◆ YOUR GOAL: Use the entries below and reproduce exactly the lines from the one containing "assert bad not in low, bad" down to the one containing "def __html__(self) ->", both of them included.

[Data excerpts]
class _Collector(HTMLParser):
    def __init__(self) -> None:
        super().__init__(convert_charrefs=True)
        self.links: list[tuple[str, str, str]] = []  # (tag, attribute, value)
        self.ids: set[str] = set()
        self.metas: list[dict] = []
        self.inline_styles = 0
        self.inline_scripts = 0
        self.handlers = 0
        self._in_script = False
        self.th_buttons = 0
        self._in_th = False
        self.text: list[str] = []

    def handle_starttag(self, tag, attrs):
        a = dict(attrs)
        for name, value in attrs:
            if name in ("href", "src") and value is not None:
                self.links.append((tag, name, value))
            if name == "style":
                self.inline_styles += 1
            if name.startswith("on"):
                self.handlers += 1
        if "id" in a:
            self.ids.add(a["id"])
        if tag == "meta":
            self.metas.append(a)
        if tag == "style":
            self.inline_styles += 1
        if tag == "script":
            self._in_script = True
            if "src" not in a:
                self.inline_scripts += 1
        if tag == "th":
            self._in_th = True
        if tag == "button" and self._in_th:
            self.th_buttons += 1

    def handle_endtag(self, tag):
        if tag == "script":
            self._in_script = False
        if tag == "th":
            self._in_th = False

    def handle_data(self, data):
        self.text.append(data)


_parsed: dict[Path, _Collector] = {}


def parse(path: Path) -> _Collector:
    if path not in _parsed:
        c = _Collector()
        c.feed(path.read_text(encoding="utf-8"))
        _parsed[path] = c
    return _parsed[path]


def html_pages(site: Path) -> list[Path]:
    return sorted(site.rglob("*.html"))


def test_expected_pages_exist(site: Path) -> None:
    for name in ("index.html", "species.html", "reactions.html", "references.html",
                 "conventions.html", "audit.html", "search.html", "search-index.js",
                 "data/handbook.json", "assets/site.css", "assets/site.js",
                 "assets/print.css", output.MARKER, "species/water-liquid.html",
                 "species/water-liquid.json", "species/water-liquid.csv",
                 "reactions/lime-burning.html", "reactions/lime-burning.json",
                 "reactions/lime-burning.csv", "references/codata-1989.html"):
        assert (site / name).is_file(), name


def test_every_internal_link_and_fragment_resolves(site: Path) -> None:
    for page in html_pages(site):
        for tag, _attr, value in parse(page).links:
            if value.startswith("data:"):
                assert tag == "link" and value == "data:,", (page, value)
                continue
            target, _, fragment = value.partition("#")
            dest = (page.parent / target).resolve() if target else page
            assert dest.is_file(), f"{page.relative_to(site)}: {value} does not resolve"
            if fragment:
                assert fragment in parse(dest).ids, f"{page.relative_to(site)}: #{fragment}"


def test_no_outside_urls_and_no_folder_links(site: Path) -> None:
    outside = ("http:", "https:", "//")
    for page in html_pages(site):
        for _tag, _attr, value in parse(page).links:
            assert not value.lower().startswith(outside), (page, value)
            target = value.partition("#")[0]
            if target and not value.startswith("data:"):
                assert target.endswith(ALLOWED_ENDINGS), (page, value)
    for css in (site / "assets").glob("*.css"):
        text = css.read_text(encoding="utf-8")
        assert "@import" not in text
        assert not re.search(r"url\(\s*['\"]?(https?:|//)", text)


def test_csp_icon_caution_and_print_footer_on_every_page(site: Path) -> None:
    settings = check_handbook(DEMO)[0].settings
    caution = " ".join(settings.caution.split())
    footer = f"Uncontrolled when printed — {settings.title}, edition {settings.edition}"
    for page in html_pages(site):
        c = parse(page)
        csp = [m for m in c.metas if m.get("http-equiv") == "Content-Security-Policy"]
        assert len(csp) == 1 and csp[0]["content"] == CSP, page
        text = " ".join("".join(c.text).split())
        assert caution in text, page
        assert footer in text, page
        assert settings.edition in text and "2026-01-01" in text, page
        assert ("link", "href", "data:,") in c.links
        assert c.inline_scripts == 0 and c.inline_styles == 0 and c.handlers == 0, page
        html = page.read_text(encoding="utf-8")
        assert not re.search(r">\s*[−-]?(inf|nan)\s*<", html, re.IGNORECASE), page
    print_css = (site / "assets" / "print.css").read_text(encoding="utf-8")
    assert "@page { size: auto; margin: 15mm; }" in print_css
    assert "Uncontrolled when printed" in print_css


def test_sheets_carry_review_status_and_value_anchors(site: Path) -> None:
    c = parse(site / "species" / "water-liquid.html")
    assert {"std-dfH", "std-S", "std-dfG", "table", "review"} <= c.ids
    text = "".join(c.text)
    assert "Review status" in text and "checked" in text  # status: checked in the source
    r = parse(site / "reactions" / "lime-burning.html")
    assert {"std-drH", "std-drG", "std-K", "balance", "contributions", "checks"} <= r.ids


def test_index_tables_are_sortable_by_buttons(site: Path) -> None:
    for name in ("species.html", "reactions.html"):
        html = (site / name).read_text(encoding="utf-8")
        assert 'class="data sortable"' in html and 'aria-sort="none"' in html
        assert parse(site / name).th_buttons >= 5


def test_exported_reaction_rows_equal_the_engine(site: Path) -> None:
    handbook, _ = check_handbook(DEMO)
    computed = compute_handbook(handbook)
    for rid, rr in computed.reactions.items():
        doc = json.loads((site / "reactions" / f"{rid}.json").read_text(encoding="utf-8"))
        assert {"equation", "units", "rows", "crossover_T", "findings", "caution"} <= set(doc)
        assert len(doc["rows"]) == len(rr.grid.T)
        for i, row in enumerate(doc["rows"]):
            for key in ("T", "drH", "drS", "drG", "log10K"):
                assert row[key] == pytest.approx(float(getattr(rr.grid, key)[i]), rel=1e-9)
        assert doc["crossover_T"] == pytest.approx(list(rr.crossover_T), rel=1e-9)
    csv_lines = (site / "reactions" / "lime-burning.csv").read_text().splitlines()
    assert csv_lines[0].startswith("T,drH,")
    assert len(csv_lines) == 1 + len(handbook.settings.temperatures)


def test_handbook_and_species_exports(site: Path) -> None:
    whole = json.loads((site / "data" / "handbook.json").read_text(encoding="utf-8"))
    assert {"settings", "references", "species", "reactions"} <= set(whole)
    water = next(s for s in whole["species"] if s["id"] == "water-liquid")
    # -285.830 kJ/mol: the dfH of water(l) written in sources/species/water-liquid.yaml
    assert water["standard"]["dfH"][0]["value"] == pytest.approx(-285.83)
    one = json.loads((site / "species" / "water-liquid.json").read_text(encoding="utf-8"))
    assert one == water
    for text in (p.read_text(encoding="utf-8") for p in site.rglob("*.json")):
        assert "NaN" not in text and "Infinity" not in text


def test_search_index_is_a_classic_script(site: Path) -> None:
    text = (site / "search-index.js").read_text(encoding="utf-8")
    prefix = f"window.{publish_mod.SEARCH_GLOBAL} = "
    assert text.startswith(prefix) and text.rstrip().endswith(";")
    data = json.loads(text[len(prefix):].rstrip().rstrip(";"))
    co2 = next(s for s in data["species"] if s["id"] == "carbon-dioxide")
    assert co2["key"] == "co2" and co2["url"] == "species/carbon-dioxide.html"
    assert co2["formula"] == "CO₂"
    assert all(e["url"].endswith(".html") for e in data["species"] + data["reactions"])
    js = (site / "assets" / "site.js").read_text(encoding="utf-8")
    assert "fetch(" not in js and "XMLHttpRequest" not in js


def test_notes_are_sanitised() -> None:
    html = markdown_notes.render(
        "<script>alert(1)</script>\n\n<img src=x onerror=alert(1)>\n\n[x](javascript:alert(1))"
        "\n\n[d](data:text/html,hi) <b style=\"color:red\" onclick=\"go()\">b</b> "
        "[ok](../species/water-gas.html) [web](https://example.org/a)")
    low = html.lower()
    for bad in ("<script", "alert(1)", "onerror", "javascript:", "data:", "<img", "style=",
                "onclick"):
        assert bad not in low, bad
    assert 'href="../species/water-gas.html"' in html
    assert 'href="https://example.org/a"' in html
    table = markdown_notes.render("| a | b |\n|---|--:|\n| 1 | 2 |")
    assert "<table>" in table and 'align="right"' in table
    assert markdown_notes.render("") == ""


def test_number_formatting() -> None:
    assert pages.fixed(-285.83, "kJ") == "−285.830"
    assert pages.fixed(-0.0001, "kJ") == "0.000"
    assert pages.fixed(float("nan"), "kJ") == "—"
    assert pages.fixed(None, "J") == "—"
    assert pages.scientific(float("inf")) == "—"
    assert pages.scientific(0.0) == "—"  # K underflowed: log10 K is shown instead
    assert pages.scientific(1.08e-23) == "1.08 × 10⁻²³"
    assert pages.signed_number(-0.5) == "−1/2"
    assert pages.uncertainty(0.04, "kJ") == "± 0.040"


def test_column_formatting() -> None:
    import numpy as np

    values = [-285.83, -0.0001, 0.0, -0.0, 1e-9, float("nan"), float("inf"), None, 12.3456789,
              -1e6, 0.0005, -0.0005, 3]
    # Written out by hand: three decimals, U+2212 minus, no minus on a rounded zero, "—".
    assert pages.fixed_all(values, "kJ") == [
        "−285.830", "0.000", "0.000", "0.000", "0.000", "—", "—", "—", "12.346", "−1000000.000",
        "0.001", "−0.001", "3.000"]
    assert pages.fixed_all(values, "T") == [
        "−285.83", "0.00", "0.00", "0.00", "0.00", "—", "—", "—", "12.35", "−1000000.00",
        "0.00", "0.00", "3.00"]
    arr = np.array([v for v in values if v is not None], dtype=float)
    assert pages.fixed_all(arr, "kJ") == pages.fixed_all(arr.tolist(), "kJ")


def test_number_cells_escape_like_the_template_would() -> None:
    from markupsafe import Markup, escape

    from generator.site.assets import num_cells

    def one_by_one(cells) -> str:
        return "".join(f'<td class="num">{escape(c)}</td>' for c in cells)

    for cells in (["1.000", "−2.5", "—"], ['a<b & "c"', "x'y"], [Markup("<sub>2</sub>"), "<"],
                  ["\x1f<", "b"], []):
        assert str(num_cells(cells)) == one_by_one(cells), cells
        assert isinstance(num_cells(cells), Markup)


def test_template_escape_is_markupsafe_escape() -> None:
    from markupsafe import Markup, escape

    from generator.site.assets import template_escape

    class Html:
        def __html__(self) -> str:
            return "<i>ok</i>"

    class Text(str):
        pass

    for value in ('a<b & "c"', "x'y", "", "−2.5 ΔfH°", 3, -7, 2.5, float("nan"), True, None,
                  Markup("<sub>2</sub>"), Html(), Text("<t>"), ("<", 1)):
        got, want = template_escape(value), escape(value)
        assert type(got) is Markup and got == want, value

◆ WRITTEN SOLUTION:
        assert bad not in low, bad
    assert 'href="../species/water-gas.html"' in html
    assert 'href="https://example.org/a"' in html
    table = markdown_notes.render("| a | b |\n|---|--:|\n| 1 | 2 |")
    assert "<table>" in table and 'align="right"' in table
    assert markdown_notes.render("") == ""


def test_number_formatting() -> None:
    assert pages.fixed(-285.83, "kJ") == "−285.830"
    assert pages.fixed(-0.0001, "kJ") == "0.000"
    assert pages.fixed(float("nan"), "kJ") == "—"
    assert pages.fixed(None, "J") == "—"
    assert pages.scientific(float("inf")) == "—"
    assert pages.scientific(0.0) == "—"  # K underflowed: log10 K is shown instead
    assert pages.scientific(1.08e-23) == "1.08 × 10⁻²³"
    assert pages.signed_number(-0.5) == "−1/2"
    assert pages.uncertainty(0.04, "kJ") == "± 0.040"


def test_column_formatting() -> None:
    import numpy as np

    values = [-285.83, -0.0001, 0.0, -0.0, 1e-9, float("nan"), float("inf"), None, 12.3456789,
              -1e6, 0.0005, -0.0005, 3]
    # Written out by hand: three decimals, U+2212 minus, no minus on a rounded zero, "—".
    assert pages.fixed_all(values, "kJ") == [
        "−285.830", "0.000", "0.000", "0.000", "0.000", "—", "—", "—", "12.346", "−1000000.000",
        "0.001", "−0.001", "3.000"]
    assert pages.fixed_all(values, "T") == [
        "−285.83", "0.00", "0.00", "0.00", "0.00", "—", "—", "—", "12.35", "−1000000.00",
        "0.00", "0.00", "3.00"]
    arr = np.array([v for v in values if v is not None], dtype=float)
    assert pages.fixed_all(arr, "kJ") == pages.fixed_all(arr.tolist(), "kJ")


def test_number_cells_escape_like_the_template_would() -> None:
    from markupsafe import Markup, escape

    from generator.site.assets import num_cells

    def one_by_one(cells) -> str:
        return "".join(f'<td class="num">{escape(c)}</td>' for c in cells)

    for cells in (["1.000", "−2.5", "—"], ['a<b & "c"', "x'y"], [Markup("<sub>2</sub>"), "<"],
                  ["\x1f<", "b"], []):
        assert str(num_cells(cells)) == one_by_one(cells), cells
        assert isinstance(num_cells(cells), Markup)


def test_template_escape_is_markupsafe_escape() -> None:
    from markupsafe import Markup, escape

    from generator.site.assets import template_escape

    class Html:
        def __html__(self) -> str:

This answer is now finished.